22 June 2017

Tanzania: Water Bill Dodgers Face Magufuli Wrath

Photo: Fadhili Akida/Daily News
President John Magufuli is joined by the Indian High Commissioner to Tanzania, Sandeep Arya (third left) to cut a ribbon while launching a multi-billion project for expansion of the Upper Ruvu Water Treatment Plant in Kibaha District, Coast Region.

In what can be termed as a replica of a directive he issued to the Tanzania Electric Supply Company Limited (TANESCO) three months ago, President John Magufuli has ordered the Dar es Salaam Water and Sewerage Company (Dawasco) to disconnect water from all government institutions with outstanding bills amounting to 40bn/-.
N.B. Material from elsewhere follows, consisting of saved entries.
/**
 * One way to read what people type, for every form, calculator and route, in the browser and on
 * the server: numbers (`./number`: the comma rule), money and percentages (`./money`: the
 * currency's own decimals), lengths, areas and volumes (`./length`), nested form fields and the
 * guard for keys a user chose (`./fields`), JSON from outside (`./json`), and the same readers as
 * zod fields (`./zod`).
 */
export * from './number';
export * from './money';
export * from './length';
export * from './fields';
export * from './json';
export * from './zod';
In the same vein, the President directed Dawasco to seal loopholes that result in loss of water, denying availability of the precious liquid to people, revenue loss, and insisted on equal performance between Dawasco and the Dar es Salaam Water and Sewerage Authority (Dawasa).
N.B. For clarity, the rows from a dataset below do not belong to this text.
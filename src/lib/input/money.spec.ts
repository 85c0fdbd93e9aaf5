import { describe, expect, it } from 'vitest';
import { formatMoney } from '$lib/format';
import {
	bpsToInput,
	currencySymbol,
	moneyExample,
	moneyToInput,
	readMoney,
	readPercentBps
} from './money';

const price = { label: 'the price' };

describe('money as typed', () => {
	it('reads dollars into integer cents', () => {
		expect(
			['12.50', '$12.5', '1,250', '.5', '0', '  7 ', '$ 1,250.00', '12.50 USD', '12.500'].map((t) =>
				readMoney(t, 'USD', price)
			)
		).toEqual(
			[1250, 1250, 125_000, 50, 0, 700, 125_000, 1250, 1250].map((value) => ({ ok: true, value }))
		);
	});

	it('reads a zero-decimal currency in whole units: ¥1,500 is 1500 (Stripe, published)', () => {
		expect(readMoney('1500', 'JPY', price)).toEqual({ ok: true, value: 1500 });
		expect(readMoney('¥1,500', 'JPY', price)).toEqual({ ok: true, value: 1500 });
		expect(readMoney('1500.00', 'JPY', price)).toEqual({ ok: true, value: 1500 });
		expect(readMoney('12.50', 'JPY', price)).toEqual({
			ok: false,
			message: 'JPY has no decimals: type a whole amount, e.g. 1250'
		});
		expect(readMoney('', 'JPY', price)).toEqual({
			ok: false,
			message: 'Enter the price, e.g. 1250'
		});
	});

	it('reads three-decimal currencies to their smallest unit (1 KWD = 1000 fils, ISO 4217, published)', () => {
		expect(readMoney('1.250', 'KWD', price)).toEqual({ ok: true, value: 1250 });
		expect(readMoney('1.2505', 'KWD', price)).toMatchObject({
			ok: false,
			message: /three decimals/
		});
	});

	it('refuses empty, negative, sub-cent, ambiguous and unreadable amounts with a message', () => {
		expect(readMoney('', 'USD', price)).toEqual({
			ok: false,
			message: 'Enter the price, e.g. 12.50'
		});
		expect(readMoney('-3', 'USD', price)).toEqual({
			ok: false,
			message: 'The price cannot be negative'
		});
		expect(readMoney('1.005', 'USD', price)).toMatchObject({ ok: false, message: /two decimals/ });
		expect(readMoney('twelve', 'USD', price)).toMatchObject({
			ok: false,
			message: /Cannot read "twelve"/
		});
		expect(readMoney('12,50', 'USD', price)).toMatchObject({
			ok: false,
			message: /use a point for decimals/
		});
		expect(readMoney('2000000', 'USD', price)).toEqual({
			ok: false,
			message: 'Keep the price at most $1,000,000.00'
		});
		expect(readMoney('1e5', 'USD', price)).toMatchObject({ ok: false });
		expect(readMoney('0.25', 'USD', { label: 'the amount', min: 50 })).toEqual({
			ok: false,
			message: 'The amount must be at least $0.50'
		});
	});

	it('writes amounts back as a field shows them, and reads them again unchanged', () => {
		expect(moneyToInput(1250, 'USD')).toBe('12.50');
		expect(moneyToInput(5, 'USD')).toBe('0.05');
		expect(moneyToInput(-5, 'USD')).toBe('-0.05');
		expect(moneyToInput(undefined, 'USD')).toBe('');
		expect(moneyToInput(1500, 'JPY')).toBe('1500');
		expect(moneyToInput(1250, 'KWD')).toBe('1.250');
		for (const [minor, currency] of [
			[0, 'USD'],
			[99_999_999, 'USD'],
			[7, 'JPY'],
			[123_456, 'EUR']
		] as const)
			expect(readMoney(moneyToInput(minor, currency), currency, price)).toEqual({
				ok: true,
				value: minor
			});
	});

	it('names the symbol and a typical amount for labels and messages', () => {
		expect(currencySymbol('USD')).toBe('$');
		expect(currencySymbol('JPY')).toBe('¥');
		expect(currencySymbol('EUR')).toBe('€');
		expect(moneyExample('USD')).toBe('12.50');
		expect(moneyExample('JPY')).toBe('1250');
		// What the field reads is what the page shows (Intl's own minor digits).
		expect(formatMoney(readMoney('1,250', 'JPY', price).ok ? 1250 : 0, 'JPY')).toBe('¥1,250');
	});
});

describe('percentages as typed', () => {
	it('reads a percentage into basis points', () => {
		expect(readPercentBps('6.5')).toEqual({ ok: true, value: 650 });
		expect(readPercentBps('8.25 %')).toEqual({ ok: true, value: 825 });
		expect(readPercentBps('100')).toEqual({ ok: true, value: 10_000 });
		expect(readPercentBps('101')).toMatchObject({ ok: false });
		expect(readPercentBps('8.255')).toMatchObject({ ok: false });
		expect(readPercentBps('6,5')).toMatchObject({ ok: false, message: /use a point/ });
		expect(readPercentBps('', 'the rate')).toEqual({
			ok: false,
			message: 'Enter the rate, e.g. 6.5'
		});
		expect(bpsToInput(825)).toBe('8.25');
	});
});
Addressing a well-attended rally in Mlandizi on his second leg of a three-day working tour of the Coast Region, Dr Magufuli remarked: "I am always very open, all long-term defaulters should no longer be tolerated, even if it is my office - State House, disconnect them."
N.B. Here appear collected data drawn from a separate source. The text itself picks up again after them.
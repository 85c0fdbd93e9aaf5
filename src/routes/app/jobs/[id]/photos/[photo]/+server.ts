import * as field from '$lib/server/db/queries/field';
import * as jobs from '$lib/server/db/queries/jobs';
import { readInStore } from '$lib/server/db/tenant';
import { requirePermission } from '$lib/server/guards';
import { photoResponse } from '$lib/server/change-orders/photos';
import { error } from '@sveltejs/kit';
import type { RequestHandler } from './$types';

/**
 * A photo from the site (the installer's report or the completion walk-through), for the store's
 * staff who see the job (`?size=thumb` for the thumbnail). Installers read theirs through the
 * field API; another store's, another job's or a made-up photo is 404.
 */
export const GET: RequestHandler = async ({ params, url }) => {
	const { store, scope } = requirePermission({ job: ['read'] });
	const photo = await readInStore(store.id, async (tx) => {
		const job = await jobs.readForViewer(tx, params.id, scope);
		if (!job) return undefined;
		return (await field.readPhoto(tx, job.id, params.photo)) ?? undefined;
	});
	if (!photo) error(404, 'Not found');
	return photoResponse(photo, url);
};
He spoke few minutes before inaugurating a multi-billion project for expansion of the Upper Ruvu Water Treatment Plant.

The visibly annoyed Head of State insisted that there was no time for business as usual, hinting that all government institutions had enough budget as well as votes for other charges (OCs), meaning, they were capable of settling their outstanding debts that according to the Minister for Water and Irrigation, Engineer Gerson Lwenge, had ballooned to 40bn/-.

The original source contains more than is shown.